▶ _Task objective_
Among the lines below, take the one holding "ifs: list[exp.Expression] = []", the one holding "def columns(self) ->", and all lines between them. Set them down exactly.

Collected data:
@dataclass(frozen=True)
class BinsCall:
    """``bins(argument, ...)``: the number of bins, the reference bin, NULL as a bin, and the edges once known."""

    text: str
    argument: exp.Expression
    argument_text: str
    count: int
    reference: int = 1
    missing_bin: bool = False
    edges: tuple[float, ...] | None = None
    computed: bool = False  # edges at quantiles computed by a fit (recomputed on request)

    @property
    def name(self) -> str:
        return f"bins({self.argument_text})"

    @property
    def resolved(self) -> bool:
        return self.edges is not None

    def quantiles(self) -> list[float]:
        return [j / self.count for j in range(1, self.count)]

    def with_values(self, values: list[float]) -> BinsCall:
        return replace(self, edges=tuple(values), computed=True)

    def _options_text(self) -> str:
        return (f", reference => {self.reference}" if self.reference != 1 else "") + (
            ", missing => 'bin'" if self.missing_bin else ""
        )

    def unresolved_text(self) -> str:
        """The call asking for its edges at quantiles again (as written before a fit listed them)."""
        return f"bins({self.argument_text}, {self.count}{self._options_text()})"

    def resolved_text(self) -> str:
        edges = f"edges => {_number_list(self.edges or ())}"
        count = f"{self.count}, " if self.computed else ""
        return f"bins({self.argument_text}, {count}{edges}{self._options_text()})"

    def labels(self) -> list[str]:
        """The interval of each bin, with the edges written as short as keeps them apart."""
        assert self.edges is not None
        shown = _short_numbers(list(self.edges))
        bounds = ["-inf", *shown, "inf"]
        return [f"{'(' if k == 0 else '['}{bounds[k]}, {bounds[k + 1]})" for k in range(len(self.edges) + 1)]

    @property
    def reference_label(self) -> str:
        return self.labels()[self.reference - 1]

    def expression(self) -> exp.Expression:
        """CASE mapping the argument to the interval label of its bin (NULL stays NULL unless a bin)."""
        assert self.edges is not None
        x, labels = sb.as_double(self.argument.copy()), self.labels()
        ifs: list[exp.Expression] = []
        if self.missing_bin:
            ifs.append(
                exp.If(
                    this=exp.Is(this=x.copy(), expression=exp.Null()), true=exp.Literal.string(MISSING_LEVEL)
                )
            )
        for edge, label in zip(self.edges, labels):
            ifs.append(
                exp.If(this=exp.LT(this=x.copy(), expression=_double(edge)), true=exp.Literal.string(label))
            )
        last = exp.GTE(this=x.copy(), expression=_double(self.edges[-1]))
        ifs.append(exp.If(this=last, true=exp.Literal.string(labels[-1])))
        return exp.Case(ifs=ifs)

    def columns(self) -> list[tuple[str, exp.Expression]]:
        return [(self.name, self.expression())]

▶ _The answer_
        ifs: list[exp.Expression] = []
        if self.missing_bin:
            ifs.append(
                exp.If(
                    this=exp.Is(this=x.copy(), expression=exp.Null()), true=exp.Literal.string(MISSING_LEVEL)
                )
            )
        for edge, label in zip(self.edges, labels):
            ifs.append(
                exp.If(this=exp.LT(this=x.copy(), expression=_double(edge)), true=exp.Literal.string(label))
            )
        last = exp.GTE(this=x.copy(), expression=_double(self.edges[-1]))
        ifs.append(exp.If(this=last, true=exp.Literal.string(labels[-1])))
        return exp.Case(ifs=ifs)

    def columns(self) -> list[tuple[str, exp.Expression]]:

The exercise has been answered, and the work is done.